● **Prompt**
Which lines of the entries contain the word "indicated"? Please list them.

*** Data to examine ***

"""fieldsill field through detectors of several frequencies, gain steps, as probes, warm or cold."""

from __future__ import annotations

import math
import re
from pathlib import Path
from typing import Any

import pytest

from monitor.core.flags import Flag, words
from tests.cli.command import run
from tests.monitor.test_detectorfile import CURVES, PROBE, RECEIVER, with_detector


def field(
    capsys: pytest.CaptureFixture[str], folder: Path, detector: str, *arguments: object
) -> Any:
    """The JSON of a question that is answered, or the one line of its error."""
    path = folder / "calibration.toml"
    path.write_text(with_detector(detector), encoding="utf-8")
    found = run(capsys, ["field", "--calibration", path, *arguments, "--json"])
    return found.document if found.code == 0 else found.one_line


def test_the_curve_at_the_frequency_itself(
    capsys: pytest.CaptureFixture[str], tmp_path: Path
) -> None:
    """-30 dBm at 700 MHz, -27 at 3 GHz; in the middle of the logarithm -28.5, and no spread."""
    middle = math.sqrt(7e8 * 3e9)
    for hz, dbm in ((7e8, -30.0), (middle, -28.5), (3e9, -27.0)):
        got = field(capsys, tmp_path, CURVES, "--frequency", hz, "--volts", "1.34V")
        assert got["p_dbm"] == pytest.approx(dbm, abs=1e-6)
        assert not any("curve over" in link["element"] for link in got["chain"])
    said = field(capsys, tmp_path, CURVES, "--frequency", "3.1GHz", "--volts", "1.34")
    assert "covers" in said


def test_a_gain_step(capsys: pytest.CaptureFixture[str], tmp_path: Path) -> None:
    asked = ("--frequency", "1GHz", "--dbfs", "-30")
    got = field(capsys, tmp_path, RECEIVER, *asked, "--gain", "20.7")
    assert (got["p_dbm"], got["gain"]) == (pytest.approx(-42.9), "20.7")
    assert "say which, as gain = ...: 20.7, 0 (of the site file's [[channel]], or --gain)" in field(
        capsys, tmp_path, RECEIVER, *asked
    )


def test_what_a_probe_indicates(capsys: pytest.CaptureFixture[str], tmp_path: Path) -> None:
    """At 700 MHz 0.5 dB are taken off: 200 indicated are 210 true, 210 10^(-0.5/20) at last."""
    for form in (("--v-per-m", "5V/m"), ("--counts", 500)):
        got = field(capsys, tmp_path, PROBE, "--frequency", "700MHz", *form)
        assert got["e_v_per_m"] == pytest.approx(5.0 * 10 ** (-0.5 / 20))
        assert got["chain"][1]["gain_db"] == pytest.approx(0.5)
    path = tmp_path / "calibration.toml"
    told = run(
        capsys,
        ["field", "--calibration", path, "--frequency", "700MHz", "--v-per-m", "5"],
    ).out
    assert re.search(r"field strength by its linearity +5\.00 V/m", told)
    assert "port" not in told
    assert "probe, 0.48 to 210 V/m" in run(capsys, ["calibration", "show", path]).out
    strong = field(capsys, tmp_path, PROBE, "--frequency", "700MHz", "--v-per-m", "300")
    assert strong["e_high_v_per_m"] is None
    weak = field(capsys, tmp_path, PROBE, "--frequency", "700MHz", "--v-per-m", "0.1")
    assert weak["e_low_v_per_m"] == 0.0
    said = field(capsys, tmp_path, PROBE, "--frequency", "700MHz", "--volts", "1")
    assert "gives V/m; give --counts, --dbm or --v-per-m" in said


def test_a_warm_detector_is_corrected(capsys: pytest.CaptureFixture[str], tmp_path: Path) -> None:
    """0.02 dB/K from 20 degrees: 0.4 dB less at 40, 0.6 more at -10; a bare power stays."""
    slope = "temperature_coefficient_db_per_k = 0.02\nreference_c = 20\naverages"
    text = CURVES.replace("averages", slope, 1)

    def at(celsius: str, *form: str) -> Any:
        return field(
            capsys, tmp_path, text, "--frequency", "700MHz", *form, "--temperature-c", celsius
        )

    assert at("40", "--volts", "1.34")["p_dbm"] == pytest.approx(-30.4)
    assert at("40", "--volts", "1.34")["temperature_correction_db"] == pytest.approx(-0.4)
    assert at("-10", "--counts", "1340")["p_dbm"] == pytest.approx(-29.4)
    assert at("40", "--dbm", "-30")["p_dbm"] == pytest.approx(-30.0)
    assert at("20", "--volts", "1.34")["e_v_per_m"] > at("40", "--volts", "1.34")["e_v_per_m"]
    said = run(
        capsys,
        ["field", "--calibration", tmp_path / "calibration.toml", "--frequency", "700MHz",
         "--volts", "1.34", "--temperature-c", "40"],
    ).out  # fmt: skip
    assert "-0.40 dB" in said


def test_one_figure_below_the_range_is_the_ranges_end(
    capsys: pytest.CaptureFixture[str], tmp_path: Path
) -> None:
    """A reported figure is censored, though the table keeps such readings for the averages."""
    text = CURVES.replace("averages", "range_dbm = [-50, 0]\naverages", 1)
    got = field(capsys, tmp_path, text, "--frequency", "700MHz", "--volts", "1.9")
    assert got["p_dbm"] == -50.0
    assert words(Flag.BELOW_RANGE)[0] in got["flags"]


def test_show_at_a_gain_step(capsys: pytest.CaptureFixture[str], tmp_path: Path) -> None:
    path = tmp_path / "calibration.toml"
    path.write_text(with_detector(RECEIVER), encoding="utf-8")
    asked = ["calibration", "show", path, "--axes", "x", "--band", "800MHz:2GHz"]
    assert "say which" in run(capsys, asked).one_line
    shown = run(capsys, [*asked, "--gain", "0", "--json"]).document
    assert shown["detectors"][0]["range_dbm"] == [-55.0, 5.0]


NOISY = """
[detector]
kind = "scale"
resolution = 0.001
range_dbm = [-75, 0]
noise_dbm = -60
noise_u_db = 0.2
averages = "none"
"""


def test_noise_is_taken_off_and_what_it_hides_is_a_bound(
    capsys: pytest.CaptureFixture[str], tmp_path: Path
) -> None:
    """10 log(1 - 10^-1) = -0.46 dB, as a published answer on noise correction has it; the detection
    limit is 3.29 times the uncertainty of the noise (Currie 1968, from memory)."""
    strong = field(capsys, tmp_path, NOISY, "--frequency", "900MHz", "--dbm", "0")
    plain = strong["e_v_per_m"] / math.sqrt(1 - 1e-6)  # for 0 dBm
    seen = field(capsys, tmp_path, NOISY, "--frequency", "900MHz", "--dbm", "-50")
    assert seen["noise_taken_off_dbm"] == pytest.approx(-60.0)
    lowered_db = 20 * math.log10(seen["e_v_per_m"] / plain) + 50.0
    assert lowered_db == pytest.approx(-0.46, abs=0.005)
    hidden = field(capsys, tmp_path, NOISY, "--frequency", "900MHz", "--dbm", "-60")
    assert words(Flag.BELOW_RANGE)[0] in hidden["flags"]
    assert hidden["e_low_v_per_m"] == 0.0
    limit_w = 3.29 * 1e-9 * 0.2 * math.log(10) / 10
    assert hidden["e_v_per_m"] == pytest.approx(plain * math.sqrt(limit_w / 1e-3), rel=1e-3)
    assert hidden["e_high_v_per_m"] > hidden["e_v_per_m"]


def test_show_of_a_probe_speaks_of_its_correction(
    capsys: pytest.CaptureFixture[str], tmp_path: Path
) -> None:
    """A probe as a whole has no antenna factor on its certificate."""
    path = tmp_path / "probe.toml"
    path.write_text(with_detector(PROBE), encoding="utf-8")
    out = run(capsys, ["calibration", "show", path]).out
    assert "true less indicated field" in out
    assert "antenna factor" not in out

***

● **Task answer**
    """At 700 MHz 0.5 dB are taken off: 200 indicated are 210 true, 210 10^(-0.5/20) at last."""
    assert "true less indicated field" in out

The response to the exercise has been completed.